Miguel Toledano, como jurista nos da su punto de vista sobre la profanación en la Basílica del Valle de los caídos. No es un artículo político, en ningún caso, es religioso.

«El tribunal supremo profana la cruz» Miguel Toledano

Este artículo no es político, sino religioso y jurídico.  No en vano la justicia es una virtud cardinal, elevada por la fe, virtud teologal.  Aunque hoy se pretenda impartir justicia con separación de toda consideración religiosa.

En España se encuentra la Cruz más grande del orbe, erigida por decisión del Generalísimo Francisco Franco.  A los católicos, esto nos honra y así debe ser, agradeciéndoselo como es de bien nacidos a Dios y al Generalísimo, que en paz descanse a pesar de que algunos quisieran estorbar dicha paz.  A tal Cruz le corresponde la denominación de Santa en virtud de los acuerdos existentes entre España y la Santa Sede.  A los pies de dicha Santa Cruz se encuentra una Basílica católica administrada por la gloriosa Orden de San Benito, bajo el nombre de Valle de los Caídos.

Por decisión de su sucesor a título de Rey, el Generalísimo Franco fue enterrado en tal Basílica, junto a miles de caídos de ambos bandos en nuestra Cruzada de 1936 a 1939.  Sobre el enterramiento de infieles en un templo católico no nos extenderemos aquí, más allá de resaltar que parece un acto de concordia de las autoridades existentes en la época del Generalísimo Franco y sin perjuicio de valorar la ortodoxia de tal práctica concordial.

Proclama la Constitución de 1978 que la justicia se administra en nombre del Rey.  También dice que la justicia emana del pueblo, aunque esto no sea verdad, puesto que todos los católicos sabemos desde nuestro catecismo que la justicia emana de Dios.  Sea como sea, quedémonos con que esa misma Constitución de 1978 establece que la justicia en España, desde 1978, se administra en nombre del rey que esa misma Constitución determina.  Luego en nombre de Felipe de Borbón y Schleswig-Holstein, que preside el orden vigente con el título de Felipe VI, se administra la justicia en España.

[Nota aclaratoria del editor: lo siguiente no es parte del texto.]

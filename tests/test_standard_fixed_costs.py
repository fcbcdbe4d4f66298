"""The per-draw work of the gamma and Weibull standardised variables that
the engine does outside its node loop: values kept for the last inputs,
one-sided fast paths, extra breaks for small shapes. References: scipy.stats
and scipy.special computed here, scipy.integrate.quad (reference_integrals).
"""

from __future__ import annotations

import numpy as np
import pytest
from reference_integrals import expect_over, weibull_w_of_score
from scipy import stats
from scipy.special import gammainc

from doseattr.core.attribution.fractions import excess_draws
from doseattr.core.attribution.scenarios import Cap
from doseattr.core.attribution.standard import GammaStandard, WeibullStandard
from doseattr.core.curves.base import Curve
from doseattr.core.curves.linear import LinearExcess
from doseattr.core.exposure.registry import FAMILIES


def test_gamma_per_shape_terms_follow_changed_values():
    """The gamma standard keeps its per-shape terms and lower normal scores
    for the last inputs: an array changed in place, or a new one, gets its
    own values (scipy.stats.loggamma for the normaliser, the log density of
    ln Y at the mode ln k, where the kernel is 0; scipy.stats.norm.ppf of
    scipy.special.gammainc for the scores), and the kept arrays are read-only."""
    std = GammaStandard(FAMILIES["gamma"])
    params = np.array([[0.4, 2.0], [3.0, 1.0], [25.0, 0.5]])
    w = np.array([[-3.0], [0.5], [3.3]])
    for _ in range(3):
        k = params[:, :1]
        got = std.log_norm(params)
        np.testing.assert_allclose(got, stats.loggamma.logpdf(np.log(k), k), rtol=1e-12)
        assert not got.flags.writeable
        scores = std.zeta_low(w, params)
        np.testing.assert_allclose(scores, stats.norm.ppf(gammainc(k, np.exp(w))), rtol=1e-12)
        with pytest.raises(ValueError):
            scores[0, 0] = 0.0
        params[:, 0] *= 1.7
        w += 0.25


def test_gamma_draws_alone_and_with_small_shapes():
    """Contract: a gamma draw's result does not depend on the other draws in
    its block, here shapes below SMALL_SHAPE (which get extra breaks) mixed
    with larger ones; and it matches scipy.integrate.quad."""
    family = FAMILIES["gamma"]
    curve = Curve(LinearExcess(), np.array([0.02]), np.eye(1), max_dose=50.0)
    params = np.array([[0.15, 60.0], [2.5, 4.0], [0.25, 30.0], [8.0, 1.5], [0.6, 20.0]])
    block = excess_draws(curve, curve.coef, family, params, 0.0, 2.0, Cap(20.0))
    alone = [excess_draws(curve, curve.coef, family, p, 0.0, 2.0, Cap(20.0))[0] for p in params]
    np.testing.assert_allclose(block, alone, rtol=1e-13)

    def excess(x: float) -> float:
        return 0.02 * (min(max(min(x, 20.0), 2.0), 50.0) - 2.0) / (1 + 0.02 * 2.0)

    for p, got in zip(params, block, strict=True):
        ref = expect_over(excess, family.scipy(p), [2.0, 20.0], epsrel=1e-12, limit=500)
        assert got == pytest.approx(ref, rel=1e-9)  # scipy.integrate.quad


def test_weibull_scores_follow_changed_values():
    """Weibull lower scores kept for the last ``w``: a changed array gets
    its own, Phi^{-1}(1 - exp(-e^w)) (scipy.stats.norm.ppf of the
    closed-form CDF), read-only."""
    std = WeibullStandard(FAMILIES["weibull"])
    w = np.array([[-6.0], [-1.0], [0.2], [1.5]])
    for _ in range(3):
        got = std.zeta_low(w, None)
        np.testing.assert_allclose(got, stats.norm.ppf(-np.expm1(-np.exp(w))), rtol=1e-12)
        assert not got.flags.writeable
        w -= 0.4


@pytest.mark.parametrize("side", ["lower", "upper", "both"])
def test_weibull_maps_on_one_side_and_both(side):
    """zeta and from_zeta over arrays all below the median, all above, and
    mixed (the paths without masks and with): against scipy.stats.norm of
    the closed-form CDF and its inverse, and the same values element by
    element whichever path an element goes through."""
    std = WeibullStandard(FAMILIES["weibull"])
    rng = np.random.default_rng(11)
    u = {"lower": rng.uniform(-25.0, -0.5, (40, 3)), "upper": rng.uniform(-0.3, 5.0, (40, 3)),
         "both": rng.uniform(-25.0, 5.0, (40, 3))}[side]
    e = np.exp(u)
    ref = np.where(e < np.log(2.0), stats.norm.ppf(-np.expm1(-e)), stats.norm.isf(np.exp(-e)))
    z = std.zeta(u.copy(), None)
    np.testing.assert_allclose(z, ref, rtol=1e-10, atol=1e-12)
    one_by_one = np.array([[std.zeta(np.array([[v]]), None)[0, 0] for v in row] for row in u])
    np.testing.assert_array_equal(z, one_by_one)
    z_top, sf = std.zeta_top(u.copy(), None)
    np.testing.assert_array_equal(z_top, z)
    np.testing.assert_allclose(sf, stats.gumbel_l.sf(u), rtol=1e-13)  # W = ln E, minimum Gumbel
    zeta = np.clip(ref, -7.5, 30.0)
    back = std.from_zeta(zeta.copy(), None)
    want = weibull_w_of_score(zeta)
    np.testing.assert_allclose(back, want, rtol=1e-12, atol=1e-12)
    one_by_one = np.array([[std.from_zeta(np.array([[v]]), None)[0, 0] for v in row]
                           for row in zeta])
    np.testing.assert_array_equal(back, one_by_one)


def test_gamma_extra_breaks_only_for_small_shapes():
    """No extra breaks where no shape is below SMALL_SHAPE; where some are,
    those rows get them and the others none (-inf, never inside a window).
    The engine's results with them are checked against quad below."""
    std = GammaStandard(FAMILIES["gamma"])
    assert std.extra_breaks(np.array([[0.5, 1.0], [3.0, 2.0]])).shape == (2, 0)
    got = std.extra_breaks(np.array([[0.2, 1.0], [3.0, 2.0]]))
    assert np.all(np.isfinite(got[0])) and got.shape[1] > 0
    assert np.all(got[1] == -np.inf)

Con arreglo al mismo texto legal, el Tribunal Supremo es el órgano superior de la justicia en España, salvo en materia de garantías constitucionales.  Luego las sentencias del Tribunal Supremo se dictan en nombre del Rey.

En expreso nombre del citado Felipe de Borbón y Schleswig-Holstein se ha dictado el 30 de septiembre pasado una sentencia que profana la Santa Cruz más grande del orbe.  Por eso esa profanación es también la más grande del orbe.  Tanto Felipe como su padre, aún vivo, callan.  Y, sin embargo, la profanación se ha hecho en su nombre.

¿Es una profanación? 

Sí, porque supone desenterrar a los muertos de su lugar sagrado de reposo, sin autoridad ni de su familia ni de los monjes que administran tal lugar sagrado.

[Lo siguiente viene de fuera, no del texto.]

"""Restricted cubic spline model (Harrell, Regression Modeling Strategies, 2015)."""

import numpy as np
import patsy
import pytest
import statsmodels.api as sm

from doseattr.core.curves.covariance import LogRRCovariance
from doseattr.core.curves.fit import fit_curve
from doseattr.core.curves.loglinear import LogLinear
from doseattr.core.curves.spline import (
    HARRELL_QUANTILES,
    RestrictedCubicSpline,
    default_knots,
    nonlinearity_test,
)
from doseattr.errors import ModelError

KNOTS = np.array([1.0, 3.0, 5.0, 8.0])
# Invented study (inputs only): 7 non-reference bands, reference dose 0.
DOSES = np.array([1.5, 3.0, 4.5, 6.0, 8.0, 10.0, 12.0])
LOG_RR = np.log([1.10, 1.35, 1.52, 1.60, 1.66, 1.70, 1.78])


def _covariance() -> LogRRCovariance:
    """Shared-reference structure: 0.004 off the diagonal (like 1/A0 + 1/B0)."""
    var = np.array([0.02, 0.015, 0.018, 0.02, 0.025, 0.03, 0.04])
    cov = np.full((7, 7), 0.004) + np.diag(var - 0.004)
    return LogRRCovariance(cov, "counts")


def _cr_basis(x: np.ndarray) -> np.ndarray:
    """patsy's natural cubic regression spline ('cr') with the same knots: k
    columns spanning the natural cubic splines (constants included)."""
    return np.asarray(patsy.dmatrix(
        "cr(x, knots=(3.0, 5.0), lower_bound=1.0, upper_bound=8.0) - 1", {"x": x}))


def test_fitted_curve_equals_second_construction_with_patsy():
    """Source: patsy 'cr' basis. Both bases span the natural cubic splines with
    knots 1, 3, 5, 8 (cubic between knots, C2, linear outside); subtracting the
    basis at the reference leaves the curves through log RR = 0 at dose 0. GLS
    on the patsy basis (minimum-norm lstsq: the constant direction drops out)
    must give the same fitted curve everywhere, including beyond the knots."""
    cov = _covariance()
    curve = fit_curve(RestrictedCubicSpline(reference_dose=0.0, knots=KNOTS), DOSES, LOG_RR, cov)
    ref = _cr_basis(np.array([0.0]))
    chol = np.linalg.cholesky(cov.cov)
    xw = np.linalg.solve(chol, _cr_basis(DOSES) - ref)
    beta = np.linalg.lstsq(xw, np.linalg.solve(chol, LOG_RR), rcond=None)[0]
    grid = np.linspace(0.0, 40.0, 161)
    expected = np.exp((_cr_basis(grid) - ref) @ beta)
    np.testing.assert_allclose(curve.rr(grid), expected, rtol=1e-9)


def test_truncated_power_formula_written_out():
    """Source: Harrell (2015) eq. for the restricted cubic spline, typed out here
    with numpy for 3 knots (one non-linear term), normalised by (t3 - t1)^2."""
    t1, t2, t3 = 2.0, 4.0, 9.0
    model = RestrictedCubicSpline(reference_dose=1.0, knots=[t1, t2, t3])
    x = np.linspace(0.0, 15.0, 61)

    def s2(v):
        def p(z):
            return np.maximum(z, 0.0) ** 3
        return (p(v - t1) - p(v - t2) * (t3 - t1) / (t3 - t2)
                + p(v - t3) * (t2 - t1) / (t3 - t2)) / (t3 - t1) ** 2

    expected = np.column_stack([x - 1.0, s2(x) - s2(1.0)])
    np.testing.assert_allclose(model.basis(x), expected, rtol=1e-12, atol=1e-12)


def test_linear_beyond_last_knot_and_growth():
    """Restricted: second derivative zero beyond the last knot, so log RR is
    linear there; the slope growth() reports equals central differences of
    the curve (the curve itself beyond the knots is checked against patsy and
    against the written-out formula in the other tests)."""
    model = RestrictedCubicSpline(reference_dose=0.0, knots=KNOTS)
    coef = np.array([0.2, 0.3, -0.5])
    x = np.array([20.0, 1e3, 1e6])
    h = 1e-2
    fd = (model.log_rr(x + h, coef) - model.log_rr(x - h, coef)) / (2 * h)
    np.testing.assert_allclose(fd, model.tail_slope(coef), rtol=1e-6)
    g = model.growth(coef)
    assert g.kind == "exp" and g.rate == pytest.approx(float(model.tail_slope(coef)))
    assert model.growth(np.array([-0.2, 0.0, 0.0])).kind == "bounded"
    np.testing.assert_array_equal(model.kinks(coef), KNOTS)


def test_far_tail_matches_patsy():
    """Source: patsy 'cr' basis, far beyond the last knot (1e4)."""
    cov = _covariance()
    curve = fit_curve(RestrictedCubicSpline(reference_dose=0.0, knots=KNOTS), DOSES, LOG_RR, cov)
    ref = _cr_basis(np.array([0.0]))
    beta = np.linalg.lstsq(_cr_basis(DOSES) - ref, curve.fit.fitted_log_rr, rcond=None)[0]
    far = np.array([1e4])
    np.testing.assert_allclose(curve.log_rr(far), (_cr_basis(far) - ref) @ beta, rtol=1e-7)


def test_nonlinearity_test_equals_statsmodels_wald():
    """Source: statsmodels GLS (sigma = V, fixed scale 1) wald_test of the
    non-linear coefficients being 0, chi-square form."""
    cov = _covariance()
    model = RestrictedCubicSpline(reference_dose=0.0, knots=KNOTS)
    curve = fit_curve(model, DOSES, LOG_RR, cov)
    w, df, p = nonlinearity_test(curve)
    res = sm.GLS(LOG_RR, model.basis(DOSES), sigma=cov.cov).fit(cov_type="fixed scale")
    r = np.eye(3)[1:]
    ref = res.wald_test(r, use_f=False, scalar=True)
    np.testing.assert_allclose(w, ref.statistic, rtol=1e-8)
    np.testing.assert_allclose(p, ref.pvalue, rtol=1e-8)
    assert df == 2
    with pytest.raises(ModelError, match="spline"):
        nonlinearity_test(fit_curve(LogLinear(), DOSES, LOG_RR, cov))


def test_default_knots():
    """Source: Harrell's default knot quantiles (methods guide, read in the
    documentation of his spline routine), placed with numpy.quantile."""
    assert HARRELL_QUANTILES[3] == (0.10, 0.50, 0.90)
    assert HARRELL_QUANTILES[4] == (0.05, 0.35, 0.65, 0.95)
    assert HARRELL_QUANTILES[5] == (0.05, 0.275, 0.50, 0.725, 0.95)
    doses = np.r_[0.0, DOSES]
    np.testing.assert_allclose(default_knots(doses, 4),
                               np.quantile(doses, [0.05, 0.35, 0.65, 0.95]), rtol=1e-15)
    with pytest.raises(ModelError, match="repeated knots"):
        default_knots([0.0, 0.0, 0.0, 5.0], 3)
    with pytest.raises(ModelError, match="3, 4 or 5"):
        default_knots(doses, 6)


def test_too_few_bands_and_bad_knots():
    cov = LogRRCovariance(np.diag([0.01, 0.02]), "independent")
    with pytest.raises(ModelError, match="only 2 non-reference bands"):
        fit_curve(RestrictedCubicSpline(knots=KNOTS), [2.0, 4.0], [0.1, 0.2], cov)
    with pytest.raises(ModelError, match="increasing"):
        RestrictedCubicSpline(knots=[1.0, 1.0, 2.0])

¿Es obra del Tribunal Supremo, del Gobierno de España y/o de Felipe?  De los tres, porque el Tribunal Supremo ha determinado la supuesta justicia de la profanación querida por el Gobierno de España y lo ha hecho en nombre de Felipe.  El padre de éste resulta ser cómplice por omisión, malnacido por ausencia de agradecimiento y sinvergüenza por tolerar olímpicamente lo contrario de lo que él dispuso.  El hijo también le debe su puesto a la víctima inmediata de la profanación, luego resulta igualmente malnacido, según asevera el acervo popular.

Para los católicos, la escasa -por no decir nula- calificación moral del régimen que ambos príncipes presiden, más que coronan, ya nos es conocida en virtud de las leyes que desde hace más de cuatro décadas sancionan y hacen guardar uno y otro.  La sentencia del 30 de septiembre está a la altura de esa calificación.  El Tribunal Supremo al fin se ha colocado al mismo nivel que las demás instituciones (?) del régimen de 1978.  En esto, es cierto que la justicia no emana de Dios; esto no ha podido emanar de Dios ni lo ha hecho, sino que ha sido perpetrado en nombre de Felipe de Borbón y Schleswig-Holstein.  Dios no es capaz de esto (puesto que no sería Dios); Felipe, sí.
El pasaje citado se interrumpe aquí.